▶ Problem: Please give back the listing below in full. Change nothing.

▶ Supplied material:

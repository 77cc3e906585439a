import { drynessLabels, heightControlLabels, startMethodLabels } from "#shared/contracts/machines.ts";
import type { SharingPreview } from "#shared/contracts/sharing.ts";
import { materialLabels, processGasLabels } from "#shared/materials/materials.ts";
import { metricDefinitions, metrics } from "#shared/recipes/metrics.ts";
import { formatWithUnit } from "#shared/units/format.ts";
import type { UnitSystem } from "#shared/units/units.ts";
import { useSession } from "../../shell/session.queries.ts";

type Listed = NonNullable<SharingPreview["listed"]>;
type Fact = readonly [name: string, value: string];

/** The nameless copy, field by field, as members would come to read it. */
export function ListedCopy({ listed }: { listed: Listed }) {
  const { units } = useSession();
  const traits = traitFacts(listed);
  return (
    <>
      <Facts facts={copyFacts(listed, units)} />
      {traits.length > 0 ? (
        <>
          <p className="mt-3 mb-2 text-sm">Of the machine, and only where enough shops have the same:</p>
          <Facts facts={traits} />
        </>
      ) : null}
    </>
  );
}

function Facts({ facts }: { facts: readonly Fact[] }) {
  return (
    <dl>
      {facts.map(([name, value]) => (
        <div key={name} className="grid grid-cols-[8.5rem_1fr] gap-3 border-t border-line py-1.5 text-sm">
          <dt className="text-muted">{name}</dt>
          <dd className="min-w-0 break-words">{value}</dd>
        </div>
      ))}
    </dl>
  );
}

function copyFacts(listed: Listed, units: UnitSystem): Fact[] {
  const [year, quarter] = listed.quarter.split("-Q");
  return [
    ["Metal", materialLabels[listed.material]],
    ["Thickness", formatWithUnit(listed.thicknessMm, "thickness", units)],
    ["Nozzle", formatWithUnit(listed.nozzleMm, "nozzle", units)],
    ["Gas", processGasLabels[listed.gas]],
    ...metrics.flatMap((metric): Fact[] => {
      const value = listed.setpoints[metric];
      const { label, quantity } = metricDefinitions[metric];
      return value === null ? [] : [[label, formatWithUnit(value, quantity, units)]];
    }),
    ["Proven in", `Quarter ${quarter} of ${year}`],
    ["Words", listed.text ?? "None"],
  ];
}

function traitFacts({ traits: { startMethod, dryness, heightControl } }: Listed): Fact[] {
  return [
    ...(startMethod ? [["Start of the arc", startMethodLabels[startMethod]] as const] : []),
    ...(dryness ? [["Drying of the air", drynessLabels[dryness]] as const] : []),
    ...(heightControl ? [["Height control", heightControlLabels[heightControl]] as const] : []),
  ];
}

▶ Response area:
repository 77cc3e906585439a
import { drynessLabels, heightControlLabels, startMethodLabels } from "#shared/contracts/machines.ts";
import type { SharingPreview } from "#shared/contracts/sharing.ts";
import { materialLabels, processGasLabels } from "#shared/materials/materials.ts";
import { metricDefinitions, metrics } from "#shared/recipes/metrics.ts";
import { formatWithUnit } from "#shared/units/format.ts";
import type { UnitSystem } from "#shared/units/units.ts";
import { useSession } from "../../shell/session.queries.ts";

type Listed = NonNullable<SharingPreview["listed"]>;
type Fact = readonly [name: string, value: string];

/** The nameless copy, field by field, as members would come to read it. */
export function ListedCopy({ listed }: { listed: Listed }) {
  const { units } = useSession();
  const traits = traitFacts(listed);
  return (
    <>
      <Facts facts={copyFacts(listed, units)} />
      {traits.length > 0 ? (
        <>
          <p className="mt-3 mb-2 text-sm">Of the machine, and only where enough shops have the same:</p>
          <Facts facts={traits} />
        </>
      ) : null}
    </>
  );
}

function Facts({ facts }: { facts: readonly Fact[] }) {
  return (
    <dl>
      {facts.map(([name, value]) => (
        <div key={name} className="grid grid-cols-[8.5rem_1fr] gap-3 border-t border-line py-1.5 text-sm">
          <dt className="text-muted">{name}</dt>
          <dd className="min-w-0 break-words">{value}</dd>
        </div>
      ))}
    </dl>
  );
}

function copyFacts(listed: Listed, units: UnitSystem): Fact[] {
  const [year, quarter] = listed.quarter.split("-Q");
  return [
    ["Metal", materialLabels[listed.material]],
    ["Thickness", formatWithUnit(listed.thicknessMm, "thickness", units)],
    ["Nozzle", formatWithUnit(listed.nozzleMm, "nozzle", units)],
    ["Gas", processGasLabels[listed.gas]],
    ...metrics.flatMap((metric): Fact[] => {
      const value = listed.setpoints[metric];
      const { label, quantity } = metricDefinitions[metric];
      return value === null ? [] : [[label, formatWithUnit(value, quantity, units)]];
    }),
    ["Proven in", `Quarter ${quarter} of ${year}`],
    ["Words", listed.text ?? "None"],
  ];
}

function traitFacts({ traits: { startMethod, dryness, heightControl } }: Listed): Fact[] {
  return [
    ...(startMethod ? [["Start of the arc", startMethodLabels[startMethod]] as const] : []),
    ...(dryness ? [["Drying of the air", drynessLabels[dryness]] as const] : []),
    ...(heightControl ? [["Height control", heightControlLabels[heightControl]] as const] : []),
  ];
}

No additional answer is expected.